You lot all picking me? :( ..I'm just tellin the dude he's welcome in the family..
Iggy, you know you want to.. stop living in denial, you ain't getting any younger you know :outta:
..and besides any of us could drop dead any minute ..and you know you wanna be raised up with the ummah of Rasool Allah [saw] and drink from the Prophetic Fount inshaAllah :D
You lot all picking me? :( ..I'm just tellin the dude he's welcome in the family..

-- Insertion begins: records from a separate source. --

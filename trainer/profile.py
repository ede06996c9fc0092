"""What each column of a data file holds, in one pass: for a draft of a plan, before anything is known of the file."""

from __future__ import annotations

import math
from dataclasses import dataclass
from pathlib import Path

from runtime_min.errors import Problem, RowsError
from trainer.cells import MOST_LEVELS, Findings, texts_of
from trainer.columns import repeated
from trainer.sources import Source, opened

TEXTS_KEPT = 1000
"""Of a column's different texts, as many as are told apart; a column with more is no label, level or group."""


@dataclass(frozen=True)
class Profile:
    """One column. `counts`: how often each different text stands there, None where there are too many to tell.

    `low`, `high`: of the numbers, where every cell that is not empty is a finite number; else None. `whole`: they are
    whole numbers. `runs`: each is the one before plus 1, as a row's number is. `mixed`: the first text that is no
    finite number, in a column that has numbers too.
    """

    header: str
    rows: int
    missing: int
    counts: dict[str, int] | None
    low: float | None
    high: float | None
    whole: bool
    runs: bool
    mixed: str | None = None

    @property
    def numeric(self) -> bool:
        """Every cell that is not empty is a finite number, and there is one."""
        return self.low is not None

    @property
    def constant(self) -> bool:
        """All cells that are not empty are the same."""
        return self.counts is not None and len(self.counts) <= 1


class _Column:
    def __init__(self, header: str) -> None:
        self.header = header
        self.rows = self.missing = 0
        self.counts: dict[str, int] | None = {}
        self.low, self.high = math.inf, -math.inf
        self.numeric = self.whole = self.runs = True
        self.last: float | None = None
        self.first_text: str | None = None
        self.first_texts: list[str] = []

    def read(self, texts: list[str]) -> None:
        self.rows += len(texts)
        for text in texts:
            if text == "":
                self.missing += 1
                continue
            if self.counts is not None:
                self.counts[text] = self.counts.get(text, 0) + 1
                if len(self.counts) > TEXTS_KEPT:
                    self.first_texts, self.counts = list(self.counts), None
            if self.numeric:
                self._read_number(text)

    def _read_number(self, text: str) -> None:
        number = _number(text)
        if not math.isfinite(number):
            self.numeric, self.first_text = False, text
            return
        self.low, self.high = min(self.low, number), max(self.high, number)
        self.whole &= number.is_integer()
        self.runs &= self.last is None or number == self.last + 1
        self.last = number

    def profile(self) -> Profile:
        there = self.numeric and self.last is not None
        low, high = (self.low, self.high) if there else (None, None)
        seen = self.first_texts if self.counts is None else self.counts
        mixed = self.first_text if any(math.isfinite(_number(text)) for text in seen) else None
        whole = there and self.whole
        return Profile(self.header, self.rows, self.missing, self.counts, low, high, whole, self.runs, mixed)


def _number(text: str) -> float:
    try:
        return float(text) if text.isascii() and "_" not in text else math.nan
    except ValueError:
        return math.nan


def profiles(path: Path) -> tuple[Profile, ...]:
    """A profile of each column that has a header.

    Raises RowsError where the file cannot be read, two columns have one name, or the header holds numbers alone.
    """
    with opened(path) as source:
        findings = Findings()
        _refuse_header(source)
        findings.begin(source.where, source.place)
        columns = [_Column(header) for header in source.header]
        for block in source.blocks(findings):
            for position, column in enumerate(columns):
                column.read(texts_of(block.cells(position)))
        findings.raise_any()
    if not columns or not columns[0].rows:
        raise RowsError(Problem(str(path), "found a header and no rows", "give a file with rows"))
    return tuple(column.profile() for column in columns if column.header)


def _refuse_header(source: Source) -> None:
    where = f"{source.where}: line 1" if source.place == "line" else source.where
    if source.header and all(math.isfinite(_number(name)) for name in source.header):
        found = "found numbers alone where the names of the columns stand"
        raise RowsError(Problem(where, found, "write a line with a name for each column above the rows"))
    repeated_headers = repeated(source.header, where)
    if repeated_headers:
        raise RowsError(repeated_headers)


def few_texts(column: Profile) -> bool:
    """A column of texts that can be an input with levels."""
    return not column.numeric and column.counts is not None and 2 <= len(column.counts) <= MOST_LEVELS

Iggy, you know you want to.. stop living in denial, you ain't getting any younger you know :outta:
..and besides any of us could drop dead any minute ..and you know you wanna be raised up with the ummah of Rasool Allah [saw] and drink from the Prophetic Fount inshaAllah :D
No im not making fun of you sweety :smack: lol i think ya fab :inlove:
Iggy shes right ya know! :( you know you want to- youre in denial. You and cashew both :D :hidban:
We will make lots and lots of duaa for you both but honestly.. you know you just gotta believe and do it! :hidban:
Chained_Water
20-04-08, 07:08 PM
erm.. you think I scared him away? :o
Iggggggggggy, come back.. we don't drag you to the masjid at gun point.. promise :D
we'll use a sword instead.. more authentic :up:
:p
erm.. you think I scared him away? :o
Iggggggggggy, come back.. we don't drag you to the masjid at gun point.. promise
we'll use a sword instead.. more authentic :up:
:p
:rotfl: ohh come of it- we all know Iggy doesnt scare that easily... then again, maybe this time you just pushed it all abit too far this time!